• **Dataset content**
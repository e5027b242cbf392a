import { ChangeDetectionStrategy, Component, computed, inject, input } from '@angular/core';
import type { Sensor } from '#shared/contract/sensors';
import { StudioClock } from '../../core/time/studio-clock';
import type { StudioFormats } from '../../core/time/studio-formats';
import { figure } from '../../core/units/measure-words';
import { DataTable } from '../../ui/data-table';
import { type Status, StatusMark } from '../../ui/status-mark';

const STATE: Record<Sensor['health']['state'], { readonly words: string; readonly status: Status }> = {
  fine: { words: 'fine', status: 'good' },
  silent: { words: 'silent', status: 'silent' },
  stuck: { words: 'stuck on one value', status: 'heat' },
  drifting: { words: 'drifting from the others', status: 'swinging' },
  'never-heard': { words: 'never heard yet', status: 'silent' },
  retired: { words: 'retired', status: 'notice' },
};

/** Sensors of a room and their health. */
@Component({
  selector: 'sr-room-sensors',
  imports: [DataTable, StatusMark],
  template: `<sr-data-table label="Sensors of this room">
    <table class="sr-table">
      <thead>
        <tr>
          <th scope="col">Sensor</th>
          <th scope="col">Health</th>
          <th scope="col">Last heard</th>
          <th scope="col" class="num">{{ formats().unitSign }}</th>
          <th scope="col" class="num">% humidity</th>
          <th scope="col" class="num">Battery</th>
          <th scope="col">Counts for the room</th>
          <th scope="col">Set aside</th>
        </tr>
      </thead>
      <tbody>
        @for (row of rows(); track row.id) {
          <tr>
            <th scope="row">{{ row.name }}</th>
            <td>
              <span class="health"><sr-status-mark [status]="row.status" /> {{ row.health }}</span>
            </td>
            <td>{{ row.heard }}</td>
            <td class="num">{{ row.celsius }}</td>
            <td class="num">{{ row.humidity }}</td>
            <td class="num">{{ row.battery }}</td>
            <td>{{ row.counts }}</td>
            <td>{{ row.aside }}</td>
          </tr>
        }
      </tbody>
    </table>
  </sr-data-table>`,
  styles: `
    .health {
      display: inline-flex;
      gap: 7px;
      align-items: baseline;
      white-space: nowrap;
    }
    .health sr-status-mark {
      align-self: center;
    }
    tbody th {
      color: var(--mat-sys-on-surface);
    }
  `,
  changeDetection: ChangeDetectionStrategy.OnPush,
})
export class RoomSensors {
  readonly sensors = input.required<readonly Sensor[]>();
  readonly formats = input.required<StudioFormats>();

  private readonly clock = inject(StudioClock);
  protected readonly rows = computed(() =>
    this.sensors().map((sensor) => ({
      id: sensor.id,
      name: sensor.name,
      health: STATE[sensor.health.state].words,
      status: STATE[sensor.health.state].status,
      heard:
        sensor.health.lastHeardAt === null
          ? 'never'
          : this.formats().timeSeenFrom(sensor.health.lastHeardAt, this.clock.minute()),
      celsius:
        sensor.health.lastCelsius === null
          ? '–'
          : this.formats().temperatureFigure(sensor.health.lastCelsius),
      humidity: sensor.health.lastHumidity === null ? '–' : sensor.health.lastHumidity.toFixed(0),
      battery: sensor.health.battery === null ? '–' : `${sensor.health.battery.toFixed(0)} %`,
      counts: this.counts(sensor),
      aside: setAside(sensor),
    })),
  );

  /** "yes, offset −0.3 °C" */
  private counts({ trusted, retired, offsetCelsius }: Sensor): string {
    if (retired || !trusted) return 'no';
    if (offsetCelsius === 0) return 'yes';
    const sign = offsetCelsius > 0 ? '+' : '';
    return `yes, offset ${sign}${this.formats().difference(offsetCelsius)}`;
  }
}

/** Readings that were not taken as they came, counted in words. */
function setAside({ health }: Sensor): string {
  const parts = [
    health.futureReadings > 0 ? `${figure(health.futureReadings, 0)} from the future` : '',
    health.conflicts > 0 ? `${figure(health.conflicts, 0)} contradicting` : '',
    health.quarantined > 0 ? `${figure(health.quarantined, 0)} unreadable` : '',
  ].filter((part) => part !== '');
  return parts.length === 0 ? 'none' : parts.join(', ');
}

• **Description of the task**
From the entries, copy out each line containing the word "const".

• **Response box**
const STATE: Record<Sensor['health']['state'], { readonly words: string; readonly status: Status }> = {
    const sign = offsetCelsius > 0 ? '+' : '';
  const parts = [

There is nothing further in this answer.